TASK BRIEF »
The listing below holds a line with "skylineAltitudeDeg, type Site" and a later line with "function sunTime(field: 'set'". Write out those two lines and every line between them, exactly, and nothing else.

LISTED ENTRIES »
________________
class Store:
    """An open ledger file. Use :meth:`open`; close with :meth:`close` or a ``with`` block."""

    def __init__(self, con: duckdb.DuckDBPyConnection, path: Path):
        self.con = con
        self.path = path
        self.migrated: tuple[int, Path] | None = None  # (old version, backup copy) when migrated on open
        # Where write times come from; the demo replays history with the files' arrival times.
        self.clock = utc_now
        self._depth = 0  # nesting of transaction() blocks; only the outermost commits

    @classmethod
    def open(cls, path: str | os.PathLike, *, create: bool = True, read_only: bool = False,
             wait: float | None = None) -> "Store":
        """Open (or, with ``create``, create) the ledger at ``path``.

        DuckDB lets one process write a file, or several read it, never both. While another
        process holds the file, this waits up to ``wait`` seconds (default: the environment
        variable BACKSIGHT_WAIT, else 10) and then raises :class:`LedgerBusy`.
        """
        path = Path(path)
        if path.is_dir():
            raise NotALedger(f"{path} is a folder, not a ledger file")
        if not path.exists() and not create:
            raise NotALedger(
                f"no ledger at {path}; record something first (backsight snapshot FILE or "
                "backsight actuals FILE), or point --ledger at an existing file"
            )
        seconds = _wait_seconds(wait)
        if not (read_only and path.exists()):
            return _open_writer(path, seconds)
        con = _connect(path, read_only=True, wait=seconds)
        migrated = None
        if _needs_writer(con):       # not created yet, or an older schema: a writer sets it up
            con.close()
            writer = _open_writer(path, seconds)
            migrated = writer.migrated
            writer.close()
            con = _connect(path, read_only=True, wait=seconds)
        store = cls(con, path)
        store.migrated = migrated
        try:
            store._check_schema()
        except BaseException:
            con.close()
            raise
        return store

    def _setup(self) -> None:
        """Create, migrate or check the schema, holding the write lock (so only one process does it)."""
        if not _has_tables(self.con):
            if not _is_empty_db(self.con):
                raise NotALedger(f"{self.path} is a DuckDB file but not a Backsight ledger (no meta table)")
            self._create()
            self.con.execute("CHECKPOINT")
            return
        found = _schema_version(self.con)
        if found is not None and found < SCHEMA_VERSION:
            self.migrated = _migrate(self.con, self.path, found)
        self._check_schema()

    def close(self) -> None:
        self.con.close()

    def __enter__(self) -> "Store":
        return self

    def __exit__(self, *exc) -> None:
        self.close()

    def _create(self) -> None:
        with self.transaction():
            self.con.execute(DDL)
            now = utc_now().isoformat(timespec="microseconds")
            self.con.executemany(
                "INSERT INTO meta VALUES (?, ?)",
                [["schema_version", str(SCHEMA_VERSION)], ["created_at", now],
                 ["writer_version", __version__]],
            )

    def _check_schema(self) -> None:
        rows = self.con.execute("SELECT value FROM meta WHERE key = 'schema_version'").fetchall()
        if not rows:
            raise NotALedger(f"{self.path} has a meta table but no schema_version; not a Backsight ledger")
        found = int(rows[0][0])
        if found > SCHEMA_VERSION:
            raise SchemaTooNew(
                f"{self.path} has schema version {found}, newer than this Backsight "
                f"({__version__}) understands ({SCHEMA_VERSION}); upgrade Backsight"
            )
        if found < SCHEMA_VERSION:
            raise SchemaTooOld(f"{self.path} has schema version {found}; this Backsight needs {SCHEMA_VERSION}")

    @contextlib.contextmanager
    def transaction(self) -> Iterator[duckdb.DuckDBPyConnection]:
        """All or nothing: commit when the block ends, roll back on any exception.

        A block inside another joins it (a review writes many files in one transaction): only
        the outermost block commits, and an exception that leaves it rolls everything back.
        """
        if self._depth:
            self._depth += 1
            try:
                yield self.con
            finally:
                self._depth -= 1
            return
        self.con.execute("BEGIN TRANSACTION")
        self._depth = 1
        try:
            yield self.con
        except BaseException:
            # a failed write (no space …) may leave nothing to roll back; the first error is the news
            with contextlib.suppress(duckdb.Error):
                self.con.execute("ROLLBACK")
            raise
        finally:
            self._depth = 0
        self.con.execute("COMMIT")

    def get_setting(self, key: str) -> str | None:
        rows = self.con.execute("SELECT value FROM meta WHERE key = ?", [key]).fetchall()
        return rows[0][0] if rows else None

    def set_setting(self, key: str, value: str) -> None:
        with self.transaction() as con:
            con.execute("DELETE FROM meta WHERE key = ?", [key])
            con.execute("INSERT INTO meta VALUES (?, ?)", [key, value])

    def next_timestamp(self) -> dt.datetime:
        """Now, or just after the newest recorded time, so that as-of order is strict."""
        row = self.con.execute(
            "SELECT max(t) FROM (SELECT max(recorded_at) t FROM runs UNION ALL "
            "SELECT max(recorded_at) FROM actuals UNION ALL SELECT max(recorded_at) FROM events "
            "UNION ALL SELECT max(recorded_at) FROM overrides)"
        ).fetchall()[0]
        now = self.clock()
        if row[0] is not None and row[0] >= now:
            return row[0] + dt.timedelta(microseconds=1)
        return now

    def state_hash(self, as_of: dt.datetime) -> str:
        """A content hash of what the ledger held at ``as_of``: live runs and actual revisions."""
        runs = self.con.execute(
            f"SELECT content_hash FROM ({live_runs_sql()}) l JOIN runs USING (run_id) "
            "ORDER BY content_hash", {"as_of": as_of}
        ).fetchall()
        acts = self.con.execute(
            "SELECT series, period_index, revision, value FROM actuals WHERE recorded_at <= $as_of "
            "ORDER BY series, period_index, revision", {"as_of": as_of}
        ).df()
        digest = hashlib.sha256()
        for (h,) in runs:
            digest.update(h.encode())
        digest.update(b"\x00actuals\x00")
        _hash_frame(digest, acts)
        events = self.con.execute(
            "SELECT target, first_day, end_day, label, exclude FROM events WHERE recorded_at <= $as_of "
            "ORDER BY ALL", {"as_of": as_of}).df()
        if len(events):  # events change the scores; a ledger without any keeps its earlier hash
            digest.update(b"\x00events\x00")
            _hash_frame(digest, events.astype(str))
        overrides = self.con.execute(
            "SELECT override, base, recorded_at FROM overrides WHERE recorded_at <= $as_of ORDER BY ALL",
            {"as_of": as_of}).df()
        if len(overrides):  # the relation changes findings; a ledger without one keeps its earlier hash
            digest.update(b"\x00overrides\x00")
            _hash_frame(digest, overrides.astype(str))
        return digest.hexdigest()

    def table_hash(self, table: str) -> str:
        """A content hash of one table (every row, in a canonical order); used by tests and verify."""
        if table not in TABLES:
            raise LedgerError(f"unknown table {table!r}; tables are {', '.join(TABLES)}")
        frame = self.con.execute(f"SELECT * FROM {table} ORDER BY ALL").df()
        digest = hashlib.sha256()
        _hash_frame(digest, frame)
        return digest.hexdigest()
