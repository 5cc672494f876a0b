/**
 * Satellite passes over a site: when a satellite crosses the site's sky, where it rises, climbs
 * highest and sets, whether it is sunlit, how bright it should be, and whether a member of the
 * public can actually see it.
 *
 * Definitions:
 * - A *pass* runs from the moment the satellite rises above the site's skyline and minimum
 *   altitude (`start`) to the moment it sinks below them (`end`); `culmination` is its highest
 *   point. Only passes while the Sun is down (geometric altitude below −0.833°, the sunset
 *   definition) are searched: a satellite is never seen in daylight.
 * - *Sunlit*: at least half of the Sun's disc is seen from the satellite (`shadow.ts`); passing
 *   that point is reported as entering or leaving the Earth's shadow.
 * - *Magnitude*: from the satellite's standard magnitude (`magnitude.ts`).
 * - *Visible*: the visibility model of `lib/models/sky` applied to the satellite as a point source, as for
 *   planets in `lib/models/visibility.ts`: margin = limiting magnitude for the sky brightness at the
 *   satellite (night sky, moonlight, twilight) − (magnitude + k·X). The *verdict* is the least
 *   optical aid with a positive margin somewhere in the pass; `visible` is the span around the
 *   best moment where it stays positive. Only naked-eye passes visible for at least a minute
 *   are `recommended`.
 * - *Freshness*: each pass carries the age of its elements at the pass; a pass more than
 *   `MAX_ELEMENT_AGE_DAYS` from the elements' epoch is refused (`stale-elements`).
 *
 * Search (all through `lib/core/search.ts`), per night on a track of SGP4 states two minutes apart
 * (`StateTrack`): the satellite's highest points (zero crossings of its altitude rate), then
 * around each the crossings of the skyline, then the shadow and visibility crossings inside the
 * pass. Passes that never reach the site's minimum altitude are not reported.
 */
import * as Astronomy from 'astronomy-engine';
import { compass, type CompassPoint } from '../../core/describe.ts';
import { GloamingError, type Place } from '../../core/errors.ts';
import { findCrossings, findMaximum } from '../../core/search.ts';
import { skylineAltitudeDeg, type Site } from '../../core/site.ts';
import { skyBrightness } from '../sky/brightness.ts';
import { extinctionCoefficientGreen, extinctionMag } from '../sky/extinction.ts';
import { darkSkyFromQuality } from '../sky/quality.ts';
import { DEFAULT_INSTRUMENTS, limitingMagnitude, type Instrument } from '../sky/threshold.ts';
import { addDays, localMidnight, nightOf } from '../../core/time.ts';
import { separationDeg } from '../../core/geometry.ts';
import { dateFromUt, NightFrame, utDays } from '../../core/track.ts';
import type { ElementSet } from './elements.ts';
import { satelliteMagnitude } from './magnitude.ts';
import { epochUt, SatelliteObserver, StateTrack, type LookAngles, type Vec3 } from './propagate.ts';
import { sunlitFraction } from './shadow.ts';

/**
 * Largest interval between an element set's epoch and a predicted pass, days. SGP4 element sets
 * of low satellites lose accuracy by roughly a few kilometres a day (drag, manoeuvres), i.e.
 * seconds of pass time after a week and up to a minute after two (common practice).
 */
export const MAX_ELEMENT_AGE_DAYS = 14;
/** A tracked satellite: catalogue entry and its current element set. */
export interface Satellite {
  id: string;
  name: string;
  noradId: number;
  /** Magnitude at 1000 km range and 90° phase angle (see `magnitude.ts`). */
  standardMagnitude: number;
  elements: ElementSet;
}
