/** Dates and times of a night: the week, a date, sunset and sunrise, twilight, and a body's rise, transit and set. */
import type { ElementContent } from 'hast';
import { el, formatDay, formatDayRange } from '../format.ts';
import { BODY, NIGHT, TIME_ATTRS, TWILIGHT, bodyOf, classes, eventElement, nightDate, showsBody, type PlaceholderCall, type PlaceholderSpec } from './call.ts';
import { RISE_PHRASES, SET_PHRASES, SUN_PHRASES, TRANSIT_PHRASES, type TwilightKind } from './phrases.ts';


function sunTime(field: 'set' | 'rise') {
  return (call: PlaceholderCall): ElementContent => eventElement(call, call.week.nights[call.night]!.sun[field], SUN_PHRASES);
}

function twilight(edge: 'dusk' | 'dawn') {
  return (call: PlaceholderCall): ElementContent => {
    const kind = call.attrs.get('kind') as TwilightKind;
    const sun = call.week.nights[call.night]!.sun;
    const key = `${kind}${edge === 'dusk' ? 'Dusk' : 'Dawn'}` as const;
    return eventElement(call, sun[key], kind, { dataTwilight: kind });
  };
}

function bodyEvent(field: 'rise' | 'transit' | 'set') {
  const phrases = field === 'rise' ? RISE_PHRASES : field === 'set' ? SET_PHRASES : TRANSIT_PHRASES;
  return (call: PlaceholderCall): ElementContent => {
    const body = bodyOf(call);
    const event = call.week.bodyNight(call.night, body)[field];
    return eventElement(call, event, phrases, { dataBody: body.id });
  };
}

function dateOf(call: PlaceholderCall): ElementContent {
  const date = nightDate(call);
  const weekday = call.attrs.get('style') === 'short' ? 'short' : 'long';
  return el('time', { ...classes(call), dateTime: date }, formatDay(date, call.site, { weekday }));
}

function weekOf(call: PlaceholderCall): ElementContent {
  const days = call.week.week.days;
  return el('time', { ...classes(call), dateTime: call.week.week.id }, formatDayRange(days[0]!, days[6]!, call.site));
}

export const TIME_PLACEHOLDERS: PlaceholderSpec[] = [
  { name: 'week', form: 'inline', summary: "the page's week as a date range", attributes: {}, example: ':week', render: weekOf },
  { name: 'date', form: 'inline', summary: 'the date of a night of the week', attributes: { night: NIGHT, style: { type: { kind: 'choice', values: ['long', 'short'] }, default: 'long', doc: 'weekday and month written out or abbreviated' } }, example: ':date{night=fri}', render: dateOf },
  { name: 'sunset', form: 'inline', slot: true, summary: 'sunset (upper limb on the horizon, standard refraction)', attributes: TIME_ATTRS, example: ':sunset{night=sat}', render: sunTime('set') },
  { name: 'sunrise', form: 'inline', slot: true, summary: 'sunrise the morning after the night', attributes: TIME_ATTRS, example: ':sunrise', render: sunTime('rise') },
  { name: 'dark', form: 'inline', slot: true, summary: 'end of evening twilight (Sun 6°, 12° or 18° below the horizon)', attributes: { kind: TWILIGHT, ...TIME_ATTRS }, example: ':dark{kind=nautical}', render: twilight('dusk') },
  { name: 'dawn', form: 'inline', slot: true, summary: 'start of morning twilight', attributes: { kind: TWILIGHT, ...TIME_ATTRS }, example: ':dawn', render: twilight('dawn') },
  { name: 'rise', form: 'inline', slot: true, summary: 'rise time of a body (or an honest phrase when it does not rise)', attributes: { body: BODY, ...TIME_ATTRS }, example: ':rise{body=jupiter}', shows: showsBody, render: bodyEvent('rise') },
  { name: 'transit', form: 'inline', slot: true, summary: 'time a body crosses the meridian, highest in the sky', attributes: { body: BODY, ...TIME_ATTRS }, example: ':transit{body=saturn}', shows: showsBody, render: bodyEvent('transit') },
  { name: 'set', form: 'inline', slot: true, summary: 'set time of a body', attributes: { body: BODY, ...TIME_ATTRS }, example: ':set{body=moon night=3}', shows: showsBody, render: bodyEvent('set') },
];
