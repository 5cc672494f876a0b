/**
 * The placeholder vocabulary: one table, one entry per placeholder, gathered from the families
 * (times, positions, the Moon, visibility, deep-sky objects, charts, events, satellite passes). An entry names the placeholder, says
 * whether it is written inline (`:name{…}`) or as a block on its own line (`::name{…}`), lists
 * its attributes with types and defaults, gives an example for the docs, says which bodies it
 * shows (for the eye-safety pass), and renders from the shared week data (`WeekData`). Adding a
 * placeholder is adding one entry to its family.
 *
 * Output is semantic HTML: `<time datetime>` for instants and dates, `<data value>` for numbers,
 * `data-*` attributes carrying the exact values, and classes `gl gl-<name>` for styling.
 */
import type { PlaceholderSpec } from './call.ts';
import { CHART_PLACEHOLDERS } from './charts.ts';
import { DEEP_SKY_PLACEHOLDERS } from './deep-sky.ts';
import { EVENT_PLACEHOLDERS } from './events.ts';
import { MOON_PLACEHOLDERS } from './moon.ts';
import { PASS_PLACEHOLDERS } from './passes.ts';
import { POSITION_PLACEHOLDERS } from './positions.ts';
import { TIME_PLACEHOLDERS } from './times.ts';
import { VISIBILITY_PLACEHOLDERS } from './visibility.ts';

export type { PlaceholderCall, PlaceholderSpec } from './call.ts';

/** Every placeholder by name, in the order of the documentation table. */
export const PLACEHOLDERS: ReadonlyMap<string, PlaceholderSpec> = new Map(
  [...TIME_PLACEHOLDERS, ...POSITION_PLACEHOLDERS, ...MOON_PLACEHOLDERS, ...VISIBILITY_PLACEHOLDERS, ...DEEP_SKY_PLACEHOLDERS, ...CHART_PLACEHOLDERS, ...EVENT_PLACEHOLDERS, ...PASS_PLACEHOLDERS].map((d) => [d.name, d]),
);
________________
PROBLEM SOLUTION »
import { skylineAltitudeDeg, type Site } from '../../core/site.ts';
import { skyBrightness } from '../sky/brightness.ts';
import { extinctionCoefficientGreen, extinctionMag } from '../sky/extinction.ts';
import { darkSkyFromQuality } from '../sky/quality.ts';
import { DEFAULT_INSTRUMENTS, limitingMagnitude, type Instrument } from '../sky/threshold.ts';
import { addDays, localMidnight, nightOf } from '../../core/time.ts';
import { separationDeg } from '../../core/geometry.ts';
import { dateFromUt, NightFrame, utDays } from '../../core/track.ts';
import type { ElementSet } from './elements.ts';
import { satelliteMagnitude } from './magnitude.ts';
import { epochUt, SatelliteObserver, StateTrack, type LookAngles, type Vec3 } from './propagate.ts';
import { sunlitFraction } from './shadow.ts';

/**
 * Largest interval between an element set's epoch and a predicted pass, days. SGP4 element sets
 * of low satellites lose accuracy by roughly a few kilometres a day (drag, manoeuvres), i.e.
 * seconds of pass time after a week and up to a minute after two (common practice).
 */
export const MAX_ELEMENT_AGE_DAYS = 14;
/** A tracked satellite: catalogue entry and its current element set. */
export interface Satellite {
  id: string;
  name: string;
  noradId: number;
  /** Magnitude at 1000 km range and 90° phase angle (see `magnitude.ts`). */
  standardMagnitude: number;
  elements: ElementSet;
}
/** Dates and times of a night: the week, a date, sunset and sunrise, twilight, and a body's rise, transit and set. */
import type { ElementContent } from 'hast';
import { el, formatDay, formatDayRange } from '../format.ts';
import { BODY, NIGHT, TIME_ATTRS, TWILIGHT, bodyOf, classes, eventElement, nightDate, showsBody, type PlaceholderCall, type PlaceholderSpec } from './call.ts';
import { RISE_PHRASES, SET_PHRASES, SUN_PHRASES, TRANSIT_PHRASES, type TwilightKind } from './phrases.ts';


function sunTime(field: 'set' | 'rise') {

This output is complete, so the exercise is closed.